Pulmonary atresia – intact ventricular septum; PA/IVS
Condition information compiled and organized by Emily Kay 

 

Pulmonary atresia is a form of congenital heart disease in which the pulmonary valve does not form properly. The pulmonary valve is an opening on the right side of the heart that regulates blood flow from the right ventricle (right side pumping chamber) to the lungs.

In pulmonary atresia, a solid sheet of tissue forms where the valve opening should be, and the valve remains closed. Because of this defect, blood from the right side of the heart cannot go to the lungs to pick up oxygen.

Causes, incidence, and risk factors

As with most congenital heart diseases, there is no known cause of pulmonary atresia. The condition is associated with another type of congenital heart defect called a patent ductus arteriosus (PDA).
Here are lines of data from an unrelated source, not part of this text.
import type { Plan } from "../plan/index.ts";
import type { Engine, Value } from "./engine.ts";
import type { MeasuredMetric } from "./measuredMetric.ts";
import { nanoText } from "./nano.ts";
import type { Score } from "./scores.ts";
import { type Dialect, double, type EndOfArm, pairsAtEnds, sql } from "./sql/index.ts";
import type { UnitEnds } from "./types.ts";

type Scored = MeasuredMetric & { readonly score: Score | null };

const SIDES = ["smallest", "largest"] as const;

/** The units at the ends of each arm. The cells know the ends; the units are asked only for what is paired with them. */
export async function endsOfArms(
  plan: Plan,
  metrics: readonly Scored[],
  engine: Engine,
  dialect: Dialect,
): Promise<(UnitEnds | null)[][]> {
  const keyed = metrics.filter(({ paired }) => paired !== null);
  const asked = keyed.flatMap((one, key) =>
    plan.variants.flatMap((_, v) =>
      SIDES.flatMap((side) => {
        const end = endOfArm(one, key, v, side, dialect);
        return end === null ? [] : [{ one, v, side, end }];
      }),
    ),
  );
  const keys = keyed.map(({ score, y }) => score?.d ?? y.x);
  const ends = asked.map(({ end }) => end);
  const [row = {}] = asked.length === 0 ? [] : await engine.query(pairsAtEnds(keys, ends));
  return metrics.map((one) =>
    plan.variants.map((_, v) => {
      const [smallest, largest] = SIDES.map((side) => {
        const at = asked.findIndex((end) => end.one === one && end.v === v && end.side === side);
        if (at >= 0) return pairOf(row[`y${at}`] ?? null, row[`x${at}`] ?? null);
        const value = extreme(one, v, side);
        return one.paired !== null || value === null ? null : { value, x: null };
      });
      return smallest == null || largest == null ? null : { smallest, largest };
    }),
  );
}

/** Null in an arm without units, or without scores. */
function endOfArm(
  one: Scored,
  key: number,
  variant: number,
  side: (typeof SIDES)[number],
  dialect: Dialect,
): EndOfArm | null {
  if (one.paired === null) return null;
  const pair = { variant, key, y: one.y.x, x: one.paired.x.x };
  if (one.score !== null) {
    const { table } = one.score;
    const scores = table[side].filter((_, i) => table.variant[i] === variant);
    if (scores.length === 0) return null;
    return { ...pair, at: double(side === "smallest" ? Math.min(...scores) : Math.max(...scores)) };
  }
  const value = extreme(one, variant, side);
  return value === null ? null : { ...pair, at: sql`CAST(${nanoText(value)} AS ${dialect.sumType})` };
}

function extreme({ of }: MeasuredMetric, variant: number, side: (typeof SIDES)[number]): bigint | null {
  const values = of[side].filter((_, i) => of.variant[i] === variant);
  const further = (a: bigint, b: bigint) => (side === "smallest" ? b < a : b > a);
  return values.reduce<bigint | null>((end, value) => (end === null || further(end, value) ? value : end), null);
}

function pairOf(y: Value, x: Value): UnitEnds["smallest"] | null {
  const nano = (value: Value) => (typeof value === "object" && value !== null ? value.nano : null);
  const value = nano(y);
  return value === null ? null : { value, x: nano(x) };
}
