import type { Plan } from "../plan/index.ts";
import { isWhole } from "./compression.ts";
import { count, type Engine } from "./engine.ts";
import { fingerprint } from "./files.ts";
import { FATE, type Layout } from "./layout.ts";
import { rowsPerFile } from "./ledger.ts";
import type { OpenLog } from "./open.ts";
import { rewritten } from "./rewrite.ts";
import type { FileGroup } from "./source.ts";
import { type Dialect, rows, sql, unreadableRows } from "./sql/index.ts";
import { endsEarly, firstLine, UnusableLog } from "./unusable.ts";
import type { Step } from "./zone.ts";

/** Bytes and hash of every file, one after the other; a compressed file that ends early stops the run. */
export async function inputFingerprints(log: OpenLog): Promise<{ bytes: number; sha256: string }[]> {
  const prints: { bytes: number; sha256: string }[] = [];
  for (const file of log.files) {
    if ((await isWhole(file.path)) === false) throw endsEarly(file.name);
    prints.push(await fingerprint(file.path));
  }
  return prints;
}

/** Reads every group into `rows`; gives the groups as they were read in the end. */
export async function readRows(
  plan: Plan,
  layout: Layout,
  log: OpenLog,
  zone: readonly Step<bigint>[],
  workFolder: string,
  engine: Engine,
  dialect: Dialect,
  signal: AbortSignal | undefined,
): Promise<FileGroup[]> {
  const groups: FileGroup[] = [];
  for (const [i, found] of log.groups.entries()) {
    const read = (group: FileGroup) =>
      engine.run(rows(plan, layout, group, i === 0 ? "create" : "insert", zone, dialect));
    const names = found.files.map((file) => log.files[file.index]?.name ?? "").join(", ");
    let group = found;
    try {
      await read(group).catch(async (cause: unknown) => {
        if (!isRefused(group, cause)) throw cause;
        await dropRejects(engine);
        group = await rewritten(group, workFolder);
        await read(group);
      });
    } catch (cause) {
      signal?.throwIfAborted();
      const told = group.files.reduce(
        (text, file) => text.replaceAll(file.path, log.files[file.index]?.name ?? ""),
        firstLine(cause, workFolder, ""),
      );
      throw new UnusableLog(`The engine could not read ${names}: ${told}`, { cause });
    }
    groups.push(group);
    if (group.format !== "parquet") {
      await engine.run(unreadableRows(group));
      await dropRejects(engine);
    }
  }
  return groups;
}

/** The reader gives up on a whole file that mixes line ends. */
const isRefused = (group: FileGroup, cause: unknown) =>
  (group.format === "csv" || group.format === "tsv") &&
  cause instanceof Error &&
  cause.message.includes("reached an invalid state");

async function dropRejects(engine: Engine): Promise<void> {
  await engine.run(sql`DROP TABLE IF EXISTS reject_errors`);
  await engine.run(sql`DROP TABLE IF EXISTS reject_scans`);
}

/** A log of which no row can be used is refused. */
export async function refuseWithoutRows(log: OpenLog, engine: Engine): Promise<void> {
  const isReadable =
    log.groups.length > 0 &&
    (await engine.query(sql`SELECT count(*) AS rows FROM rows WHERE fate <> ${FATE.rejected}`)).some(
      (row) => count(row, "rows") > 0,
    );
  if (!isReadable) {
    const rejected =
      log.groups.length === 0 ? 0 : (await rowsPerFile(log.files.length, engine)).reduce((a, b) => a + b, 0);
    throw new UnusableLog(
      rejected === 0
        ? "The log has no rows: its files are empty or hold only a header. Look at the paths in the plan's log."
        : `None of the log's ${rejected} rows could be read. Look at the columns and the time format that the plan names.`,
    );
  }
}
Persons with pulmonary atresia may also have a poorly developed tricuspid valve. They may also have an underdeveloped right ventricle and abnormal blood vessels feeding the heart.
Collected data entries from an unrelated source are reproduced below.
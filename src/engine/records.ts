/**
 * Comma- or tab-separated text to records, RFC 4180, in Node: for headers, for lists of ids, for the rare file that the
 * engine's reader refuses, and to find the physical lines of rejected rows.
 */

export interface RawRecord {
  /** Physical line on which the record starts, from 1. */
  readonly line: number;
  readonly text: string;
  /** How many cells it has; null where `cells` is. */
  readonly width: number | null;
  /**
   * Null when the record cannot be cut into cells: a quoted cell that goes on after its closing quote, or never ends. Such
   * a quote may have swallowed rows, so each line of it stands as a record of its own.
   */
  readonly cells: readonly string[] | null;
}

export const delimiterOf = (format: "csv" | "tsv" | "ndjson" | "parquet"): "," | "\t" =>
  format === "tsv" ? "\t" : ",";

/** The longest record; the engine's reader has the same limit. More is a quote that does not close. */
export const LONGEST_RECORD = 4 * 1024 * 1024;
export class EndlessRecord extends Error {}

/** Where a record does not end the engine's reader goes on somewhere behind it; where, nobody can tell. */
export function unlessEndless(cause: unknown): null {
  if (cause instanceof EndlessRecord) return null;
  throw cause;
}

/**
 * Records of a text that comes in pieces. Blank lines are not records; a byte-order mark is left out.
 * @throws EndlessRecord when one goes on for more than LONGEST_RECORD characters
 */
export async function* records(chunks: AsyncIterable<string>, delimiter: string): AsyncGenerator<RawRecord> {
  for await (const batch of recordBatches(chunks, delimiter)) yield* batch;
}

/** The same by pieces: for files of many million records, of which each would have to be waited for. */
export async function* recordBatches(chunks: AsyncIterable<string>, delimiter: string): AsyncGenerator<RawRecord[]> {
  let rest = "";
  let line = 1;
  let first = true;
  for await (const chunk of chunks) {
    rest += first ? chunk.replace(/^\uFEFF/, "") : chunk;
    if (chunk.length > 0) first = false;
    const batch: RawRecord[] = [];
    const [quotes, feeds, returns] = [finder(rest, '"'), finder(rest, "\n"), finder(rest, "\r")];
    let from = 0;
    for (;;) {
      const lineEnd = Math.min(feeds(from), returns(from));
      const isPlain = quotes(from) > lineEnd;
      const end = isPlain ? plainEnd(rest, lineEnd) : recordEnd(rest, from, delimiter);
      // A record may go on in the next piece, and so may a line end that is cut between its two characters.
      if (end === null || (rest[end.next - 1] === "\r" && end.next === rest.length)) break;
      const text = rest.slice(from, end.at);
      if (text !== "") batch.push(...(isPlain ? [plain(text, line, delimiter)] : cut(text, line, delimiter)));
      line += isPlain ? 1 : lines(rest.slice(from, end.next));
      from = end.next;
    }
    rest = rest.slice(from);
    if (batch.length > 0) yield batch;
    if (rest.length > LONGEST_RECORD)
      throw new EndlessRecord(`the record on line ${line} does not end; look for a quote that does not close`);
  }
  const last = rest.endsWith("\r") ? rest.slice(0, -1) : rest;
  if (last !== "") yield cut(last, line, delimiter);
}

/** Where a sign stands next, at or behind a place that only goes forward; behind the text if nowhere. */
function finder(text: string, sign: string): (from: number) => number {
  let next = -1;
  return (from) => {
    if (next < from) {
      const found = text.indexOf(sign, from);
      next = found < 0 ? text.length : found;
    }
    return next;
  };
}

/** Of a record without a quote; null: it goes on. */
function plainEnd(text: string, at: number): { readonly at: number; readonly next: number } | null {
  if (at === text.length) return null;
  return { at, next: text[at] === "\r" && text[at + 1] === "\n" ? at + 2 : at + 1 };
}

/** A record without a quote, which is cut when its cells are asked for. */
function plain(text: string, line: number, delimiter: string): RawRecord {
  return {
    line,
    text,
    width: countOf(text, delimiter) + 1,
    get cells() {
      return text.split(delimiter);
    },
  };
}

function countOf(text: string, sign: string): number {
  const code = sign.charCodeAt(0);
  let found = 0;
  for (let at = 0; at < text.length; at++) if (text.charCodeAt(at) === code) found += 1;
  return found;
}

function cut(text: string, line: number, delimiter: string): RawRecord[] {
  const found = cells(text, delimiter);
  if (found !== null) return [{ line, text, width: found.length, cells: found }];
  return text
    .split(/\r\n|\r|\n/)
    .flatMap((own, i) => (own === "" ? [] : [{ line: line + i, text: own, width: null, cells: null }]));
}

/**
 * The cells of one record; null when its quotes are wrong. One space before an opening quote and spaces after a closing
 * one are not part of the cell, as in `1, "a" ,2`; a quote after such spaces opens the cell again.
 */
export function cells(record: string, delimiter: string): string[] | null {
  const found: string[] = [];
  let at = 0;
  for (;;) {
    const quote = openingQuote(record, at);
    if (quote === null) {
      const end = record.indexOf(delimiter, at);
      found.push(end < 0 ? record.slice(at) : record.slice(at, end));
      if (end < 0) return found;
      at = end + 1;
    } else {
      const end = closingQuote(record, quote + 1);
      if (end === null) return null;
      found.push(unquoted(record.slice(quote, end)));
      at = afterSpaces(record, end);
      if (at === record.length) return found;
      if (record[at] !== delimiter) return null;
      at += 1;
    }
  }
}

/** A cell as RFC 4180 writes it in quotes. */
export const quoted = (cell: string): string => `"${cell.replaceAll('"', '""')}"`;

/** Where the record that starts at `from` ends: outside quotes, at LF, CR LF or CR. Null: it goes on. */
function recordEnd(text: string, from: number, delimiter: string): { at: number; next: number } | null {
  let at = from;
  let cellStart = true;
  while (at < text.length) {
    const quote = cellStart ? openingQuote(text, at) : null;
    cellStart = false;
    if (quote !== null) {
      const end = closingQuote(text, quote + 1);
      if (end === null || end === text.length) return null;
      at = end;
      continue;
    }
    const c = text[at];
    if (c === "\n") return { at, next: at + 1 };
    if (c === "\r") return { at, next: text[at + 1] === "\n" ? at + 2 : at + 1 };
    cellStart = c === delimiter;
    at += 1;
  }
  return null;
}

/** The index of the quote with which the cell at `at` begins, if it does. */
function openingQuote(text: string, at: number): number | null {
  const quote = text[at] === " " ? at + 1 : at;
  return text[quote] === '"' ? quote : null;
}

/** The index after the quote that closes the cell, for good; null when it has not come yet. */
function closingQuote(text: string, from: number): number | null {
  let at = from;
  for (;;) {
    const quote = text.indexOf('"', at);
    if (quote < 0) return null;
    const next = afterSpaces(text, quote + 1);
    if (text[next] !== '"') return quote + 1;
    at = next + 1;
  }
}

function afterSpaces(text: string, from: number): number {
  let at = from;
  while (text[at] === " ") at += 1;
  return at;
}

/** What stands between the outer quotes; two quotes are one, and a cell that was closed and opened again is one cell. */
const unquoted = (text: string): string => text.slice(1, -1).replace(/" *"/g, (pair) => pair.slice(1, -1) || '"');

function lines(text: string): number {
  let count = 0;
  for (let i = 0; i < text.length; i++) {
    const c = text[i];
    if (c === "\n" || (c === "\r" && text[i + 1] !== "\n")) count += 1;
  }
  return count;
}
Pulmonary atresia may occur with or without a ventricular septal defect (VSD). If the person does not have a VSD, the condition is called pulmonary atresia with intact ventricular septum (PA/IVS). If the person has both problems, the condition is called pulmonary atresia with VSD. This is an extreme form of tetralogy of Fallot. Although both conditions are called pulmonary atresia, they are actually different defects.

Symptoms

Symptoms usually occur in the first few hours of life, although it may take up to a few days.

Symptoms may include:

  • Bluish colored skin (cyanosis)
  • Fast breathing
  • Fatigue
  • Poor eating habits (babies may get tired while nursing or sweat during feedings)
  • Shortness of breath

Signs and tests

The health care provider will use a stethoscope to listen to the heart and lungs. Persons with a PDA have a heart murmur that can be heard with a stethoscope.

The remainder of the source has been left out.